She left the door open and walked in. I followed her. Her house was more or less my second home. She got into bed and pulled up the covers up to her chin. I sat at the far end of the bed.
I remembered the first time I had stayed over at her place. Boy was she mad! I’d just had a drunken spree and had been unceremoniously dumped in front of Maya’s house. I had stumbled over, tripping over everything that came in my way. I still remember the look on Maya’s face as she had opened the door carefully wondering who was making that racket in the middle of the night.
Relief had flashed instantly over her face that it was me and not some crazy lunatic trying to break down her front door. Laughter had followed, at my obviously drunken state and then finally horror, when she realized that I was being dumped at her place for the night.
Though I must say, that after the initial shock, she recovered pretty quickly and took me under her wing like a drill sergeant. I don’t remember much, but I do remember feeling warm and cared for.
The next morning was no better. I guess I must thank my lucky stars that I wasn’t hurling all over her place. She hadn’t said much, for that I was grateful. She let me sleep it off, made breakfast for me when I got up and just, you know, let me be.
Of course, little did I know that someday, I would have to return the favour when she had called me, totally distressed, to come pick her up from a god forsaken place. I had found her in tears with no one else in sight. I could only guess what had happened. She never told me.

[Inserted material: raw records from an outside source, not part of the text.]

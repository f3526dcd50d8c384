package dev.driftlab.app.browser;

import static org.assertj.core.api.Assertions.assertThat;

import dev.driftlab.scenario.Scenarios;
import java.io.IOException;
import java.io.InputStream;
import java.net.ServerSocket;
import java.net.URI;
import java.net.http.HttpClient;
import java.net.http.HttpRequest;
import java.net.http.HttpResponse;
import java.nio.file.Files;
import java.nio.file.Path;
import java.time.Duration;
import java.util.ArrayList;
import java.util.List;
import java.util.Map;
import java.util.Set;
import java.util.concurrent.CompletableFuture;
import org.junit.jupiter.api.AfterAll;
import org.junit.jupiter.api.BeforeAll;
import org.junit.jupiter.api.Tag;
import org.junit.jupiter.api.Test;
import tools.jackson.databind.JsonNode;
import tools.jackson.databind.json.JsonMapper;

/**
 * The hostile probe's cases against the real server, started from the built jar as its own process
 * with a 512 MB heap: view links on every mutating API endpoint named in the OpenAPI document,
 * chunked bodies far over the limit at once, script payloads in every text field of a scenario,
 * many page loads at once. Afterwards the server must still answer.
 */
@Tag("e2e")
class RobustnessE2ETest {

    /** Mutating endpoints a view link may use: running and reading, never changing or cancelling. */
    private static final Set<String> VIEW_MAY = Set.of(
            "post /api/s/{token}/batches",
            "post /api/s/{token}/runs/{id}/rerun",
            "post /api/s/{token}/runs/{id}/replay");

    private static final String SCRIPT = "<script>alert('probe')</script>";
    private static final String ATTRIBUTE = "\"><img src=x onerror=alert('probe')>";

    private static Process server;
    private static String base;
    private static final HttpClient http =
            HttpClient.newBuilder().connectTimeout(Duration.ofSeconds(10)).build();
    private static final JsonMapper json = JsonMapper.builder().build();

    @BeforeAll
    static void startTheJarWithASmallHeap() throws Exception {
        Path jar = Path.of("target/driftlab.jar");
        assertThat(jar).as("the jar the package phase builds").exists();
        int port;
        try (ServerSocket s = new ServerSocket(0)) {
            port = s.getLocalPort();
        }
        Path data = Files.createTempDirectory("driftlab-probe");
        String java = Path.of(System.getProperty("java.home"), "bin", "java").toString();
        server = new ProcessBuilder(
                        java,
                        "-Xmx512m",
                        "-XX:+ExitOnOutOfMemoryError",
                        "--add-modules",
                        "jdk.incubator.vector",
                        "-jar",
                        jar.toString(),
                        "--server.address=127.0.0.1",
                        "--server.port=" + port,
                        "--driftlab.data-dir=" + data)
                .redirectErrorStream(true)
                .redirectOutput(data.resolve("server.log").toFile())
                .start();
        base = "http://127.0.0.1:" + port;
        long deadline = System.nanoTime() + Duration.ofMinutes(3).toNanos();
        while (true) {
            assertThat(server.isAlive()).as("server process, log in " + data).isTrue();
            try {
                if (get("/").statusCode() == 200) {
                    return;
                }
            } catch (IOException notYet) {
                // still starting
            }
            if (System.nanoTime() > deadline) {
                throw new AssertionError("the server did not start within 3 minutes; log in " + data);
            }
            Thread.sleep(500);
        }
    }

    @AfterAll
    static void stop() throws Exception {
        if (server != null) {
            server.destroy();
            server.waitFor();
        }
    }

    private static HttpResponse<String> get(String path) throws IOException, InterruptedException {
        return http.send(
                HttpRequest.newBuilder(URI.create(base + path))
                        .timeout(Duration.ofSeconds(60))
                        .build(),
                HttpResponse.BodyHandlers.ofString());
    }

    private static HttpResponse<String> postJson(String path, String body) throws IOException, InterruptedException {
        return http.send(
                HttpRequest.newBuilder(URI.create(base + path))
                        .timeout(Duration.ofSeconds(60))
                        .header("Content-Type", "application/json")
                        .POST(HttpRequest.BodyPublishers.ofString(body))
                        .build(),
                HttpResponse.BodyHandlers.ofString());
    }

    @Test
    void theProbesCases_areRefused_andTheServerStillAnswers() throws Exception {
        // script payloads in every text field a scenario has
        String scenario = Scenarios.corridor()
                .withName("Probe " + SCRIPT)
                .json()
                .replace("\"Test scenario\"", json.writeValueAsString("desc " + ATTRIBUTE))
                .replace("\"Test corridor\"", json.writeValueAsString("room " + SCRIPT))
                .replace("\"Side room\"", json.writeValueAsString("side " + ATTRIBUTE));
        HttpResponse<String> created = postJson("/api/scenarios", scenario);
        assertThat(created.statusCode()).as(created.body()).isEqualTo(201);
        JsonNode links = json.readTree(created.body());
        String view = links.get("viewToken").asString();
        String edit = links.get("editToken").asString();
        assertThat(created.body()).doesNotContain(SCRIPT);

        for (String page :
                List.of("/", "/s/" + view, "/s/" + edit, "/s/" + view + "/history", "/s/" + edit + "/editor")) {
            HttpResponse<String> r = get(page);
            assertThat(r.statusCode()).as(page).isEqualTo(200);
            assertThat(r.body()).as(page).doesNotContain(SCRIPT).doesNotContain(ATTRIBUTE);
        }

        HttpResponse<String> batch = postJson("/api/s/" + view + "/batches", "{\"seeds\":[1]}");
        assertThat(batch.statusCode()).as(batch.body()).isEqualTo(202);
        long runId = json.readTree(batch.body()).get("runs").get(0).get("id").asLong();

        // a view link on every mutating endpoint of the API, as the OpenAPI document lists them
        JsonNode paths = json.readTree(get("/v3/api-docs").body()).get("paths");
        int tried = 0;
        for (Map.Entry<String, JsonNode> p : paths.properties()) {
            if (!p.getKey().contains("{token}")) {
                continue;
            }
            for (String method : List.of("post", "put", "patch", "delete")) {
                if (!p.getValue().has(method) || VIEW_MAY.contains(method + " " + p.getKey())) {
                    continue;
                }
                String path = p.getKey()
                        .replace("{token}", view)
                        .replace("{id}", Long.toString(runId))
                        .replace("{access}", "view");
                HttpResponse<String> r = http.send(
                        HttpRequest.newBuilder(URI.create(base + path))
                                .timeout(Duration.ofSeconds(60))
                                .header("Content-Type", "application/json")
                                .method(
                                        method.toUpperCase(java.util.Locale.ROOT),
                                        HttpRequest.BodyPublishers.ofString("{}"))
                                .build(),
                        HttpResponse.BodyHandlers.ofString());
                // refused, whatever the reason given first (a missing parameter may be named before
                // the link is looked at); what matters is that nothing changes, checked below
                assertThat(r.statusCode())
                        .as("%s %s with a view link: %s", method, p.getKey(), r.body())
                        .isBetween(400, 499);
                tried++;
            }
        }
        assertThat(tried).as("mutating endpoints tried with a view link").isGreaterThanOrEqualTo(5);
        // nothing changed: both links still open the scenario at its first revision, the run goes on
        assertThat(get("/api/s/" + view).statusCode()).isEqualTo(200);
        assertThat(get("/api/s/" + edit).statusCode()).isEqualTo(200);
        JsonNode revisions = json.readTree(get("/api/s/" + edit + "/revisions").body());
        assertThat(revisions.size())
                .as("revisions after the probe: %s", revisions)
                .isEqualTo(1);
        JsonNode run = json.readTree(get("/api/s/" + view + "/runs/" + runId).body());
        assertThat(run.get("state").asString()).isNotEqualTo("cancelled");

        // chunked bodies far over the limit, three at once: each refused, none held in memory
        List<CompletableFuture<HttpResponse<String>>> big = new ArrayList<>();
        for (int i = 0; i < 3; i++) {
            big.add(http.sendAsync(
                    HttpRequest.newBuilder(URI.create(base + "/api/scenarios"))
                            .timeout(Duration.ofSeconds(120))
                            .header("Content-Type", "application/json")
                            .POST(HttpRequest.BodyPublishers.ofInputStream(() -> new Filler(200L << 20)))
                            .build(),
                    HttpResponse.BodyHandlers.ofString()));
        }
        for (CompletableFuture<HttpResponse<String>> f : big) {
            try {
                assertThat(f.get().statusCode()).isEqualTo(413);
            } catch (java.util.concurrent.ExecutionException e) {
                // the server may close the connection once it has answered 413 mid-upload
                assertThat(e.getCause()).isInstanceOf(IOException.class);
            }
        }

        // many page loads at once
        List<CompletableFuture<HttpResponse<String>>> pages = new ArrayList<>();
        for (int i = 0; i < 30; i++) {
            pages.add(http.sendAsync(
                    HttpRequest.newBuilder(URI.create(base + (i % 2 == 0 ? "/" : "/s/" + view)))
                            .timeout(Duration.ofSeconds(120))
                            .build(),
                    HttpResponse.BodyHandlers.ofString()));
        }
        for (CompletableFuture<HttpResponse<String>> f : pages) {
            assertThat(f.get().statusCode()).isEqualTo(200);
        }

        assertThat(server.isAlive()).isTrue();
        assertThat(get("/").statusCode()).isEqualTo(200);
        assertThat(get("/api/s/" + view).statusCode()).isEqualTo(200);
    }

    /** An endless-looking JSON string of spaces, produced as it is read (never held in memory). */
    private static final class Filler extends InputStream {
        private long left;
        private boolean opened;

        Filler(long bytes) {
            this.left = bytes;
        }

        @Override
        public int read() {
            if (!opened) {
                opened = true;
                return '[';
            }
            if (left-- <= 0) {
                return -1;
            }
            return ' ';
        }

        @Override
        public int read(byte[] b, int off, int len) {
            if (left <= 0) {
                return -1;
            }
            int n = (int) Math.min(len, left);
            if (!opened) {
                opened = true;
                b[off] = '[';
                java.util.Arrays.fill(b, off + 1, off + n, (byte) ' ');
            } else {
                java.util.Arrays.fill(b, off, off + n, (byte) ' ');
            }
            left -= n;
            return n;
        }
    }
}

She had hid under her covers and begged me to leave, but obviously, it didn’t seem right leaving her at that moment. So I had stayed. I had made us some dinner and settled down at the edge of her bed. Just like today.
She was looking at me curiously, why are you here?
Whoa! I thought I could come anytime! I joked.
She raised one brow, Oh really?
I smiled as she did that. The raised eyebrow thing. It was almost as though she was trying to give me a dirty look but failing miserably at it. Most times I humoured her. My logic was, if she realized it was ineffective, she would just stop doing it.
I laughed, so how was your date?
She shrugged indifferently, He was okay.
I don’t know why, I felt like getting some details, meeting him again?
Probably, she responded.
Did he ask you? I persisted.
Not yet, but we did exchange numbers. And he sent me a text. Why the cross examination? She asked, a little puzzled at my interest.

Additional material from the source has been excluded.